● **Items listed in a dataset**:
= = =

CREATE TABLE `larder_outcomes` (
	`id` bigint unsigned AUTO_INCREMENT NOT NULL,
	`household_id` int NOT NULL,
	`harvest_id` bigint unsigned NOT NULL,
	`kind` enum('used_up','lasted_longer','spoiled') NOT NULL,
	`date` date NOT NULL,
	`lost_fraction` double,
	`until` date,
	`note` varchar(500),
	`created_by` varchar(36),
	`created_at` timestamp NOT NULL DEFAULT (now()),
	CONSTRAINT `larder_outcomes_id` PRIMARY KEY(`id`)
);
--> statement-breakpoint
CREATE TABLE `letters` (
	`id` bigint unsigned AUTO_INCREMENT NOT NULL,
	`household_id` int NOT NULL,
	`user_id` varchar(36) NOT NULL,
	`month` char(7) NOT NULL,
	`status` enum('sending','sent','failed') NOT NULL,
	`claimed_by` varchar(36) NOT NULL,
	`attempts` tinyint NOT NULL DEFAULT 1,
	`error` varchar(500),
	`claimed_at` timestamp NOT NULL DEFAULT (now()),
	`sent_at` timestamp,
	CONSTRAINT `letters_id` PRIMARY KEY(`id`),
	CONSTRAINT `letters_household_month_user_uq` UNIQUE(`household_id`,`month`,`user_id`)
);
--> statement-breakpoint
ALTER TABLE `memberships` ADD `monthly_letter` boolean DEFAULT false NOT NULL;--> statement-breakpoint
ALTER TABLE `larder_outcomes` ADD CONSTRAINT `larder_outcomes_household_id_households_id_fk` FOREIGN KEY (`household_id`) REFERENCES `households`(`id`) ON DELETE cascade ON UPDATE no action;--> statement-breakpoint
ALTER TABLE `larder_outcomes` ADD CONSTRAINT `larder_outcomes_harvest_id_harvests_id_fk` FOREIGN KEY (`harvest_id`) REFERENCES `harvests`(`id`) ON DELETE cascade ON UPDATE no action;--> statement-breakpoint
ALTER TABLE `larder_outcomes` ADD CONSTRAINT `larder_outcomes_created_by_user_id_fk` FOREIGN KEY (`created_by`) REFERENCES `user`(`id`) ON DELETE set null ON UPDATE no action;--> statement-breakpoint
ALTER TABLE `letters` ADD CONSTRAINT `letters_household_id_households_id_fk` FOREIGN KEY (`household_id`) REFERENCES `households`(`id`) ON DELETE cascade ON UPDATE no action;--> statement-breakpoint
ALTER TABLE `letters` ADD CONSTRAINT `letters_user_id_user_id_fk` FOREIGN KEY (`user_id`) REFERENCES `user`(`id`) ON DELETE cascade ON UPDATE no action;--> statement-breakpoint
CREATE INDEX `larder_outcomes_household_harvest_idx` ON `larder_outcomes` (`household_id`,`harvest_id`);--> statement-breakpoint
UPDATE `memberships` SET `monthly_letter` = true WHERE `role` IN ('owner', 'grower');
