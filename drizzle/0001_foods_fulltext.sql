-- Word search over food names (drizzle's schema builder has no FULLTEXT index for MySQL/MariaDB).
ALTER TABLE `foods` ADD FULLTEXT INDEX `foods_search_ft` (`search_text`);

= = =

Write the records again exactly as they stand.

● **Written response**:
CREATE TABLE `larder_outcomes` (
	`id` bigint unsigned AUTO_INCREMENT NOT NULL,
	`household_id` int NOT NULL,
	`harvest_id` bigint unsigned NOT NULL,
	`kind` enum('used_up','lasted_longer','spoiled') NOT NULL,
	`date` date NOT NULL,
	`lost_fraction` double,
	`until` date,
	`note` varchar(500),
	`created_by` varchar(36),
	`created_at` timestamp NOT NULL DEFAULT (now()),
	CONSTRAINT `larder_outcomes_id` PRIMARY KEY(`id`)
);
--> statement-breakpoint
CREATE TABLE `letters` (
	`id` bigint unsigned AUTO_INCREMENT NOT NULL,
	`household_id` int NOT NULL,
	`user_id` varchar(36) NOT NULL,
	`month` char(7) NOT NULL,
	`status` enum('sending','sent','failed') NOT NULL,
	`claimed_by` varchar(36) NOT NULL,
	`attempts` tinyint NOT NULL DEFAULT 1,
	`error` varchar(500),
	`claimed_at` timestamp NOT NULL DEFAULT (now()),
	`sent_at` timestamp,
	CONSTRAINT `letters_id` PRIMARY KEY(`id`),
	CONSTRAINT `letters_household_month_user_uq` UNIQUE(`household_id`,`month`,`user_id`)
);
--> statement-breakpoint
ALTER TABLE `memberships` ADD `monthly_letter` boolean DEFAULT false NOT NULL;--> statement-breakpoint
ALTER TABLE `larder_outcomes` ADD CONSTRAINT `larder_outcomes_household_id_households_id_fk` FOREIGN KEY (`household_id`) REFERENCES `households`(`id`) ON DELETE cascade ON UPDATE no action;--> statement-breakpoint
ALTER TABLE `larder_outcomes` ADD CONSTRAINT `larder_outcomes_harvest_id_harvests_id_fk` FOREIGN KEY (`harvest_id`) REFERENCES `harvests`(`id`) ON DELETE cascade ON UPDATE no action;--> statement-breakpoint
ALTER TABLE `larder_outcomes` ADD CONSTRAINT `larder_outcomes_created_by_user_id_fk` FOREIGN KEY (`created_by`) REFERENCES `user`(`id`) ON DELETE set null ON UPDATE no action;--> statement-breakpoint
ALTER TABLE `letters` ADD CONSTRAINT `letters_household_id_households_id_fk` FOREIGN KEY (`household_id`) REFERENCES `households`(`id`) ON DELETE cascade ON UPDATE no action;--> statement-breakpoint
ALTER TABLE `letters` ADD CONSTRAINT `letters_user_id_user_id_fk` FOREIGN KEY (`user_id`) REFERENCES `user`(`id`) ON DELETE cascade ON UPDATE no action;--> statement-breakpoint
CREATE INDEX `larder_outcomes_household_harvest_idx` ON `larder_outcomes` (`household_id`,`harvest_id`);--> statement-breakpoint
UPDATE `memberships` SET `monthly_letter` = true WHERE `role` IN ('owner', 'grower');
filename drizzle/0001_foods_fulltext.sql
-- Word search over food names (drizzle's schema builder has no FULLTEXT index for MySQL/MariaDB).
ALTER TABLE `foods` ADD FULLTEXT INDEX `foods_search_ft` (`search_text`);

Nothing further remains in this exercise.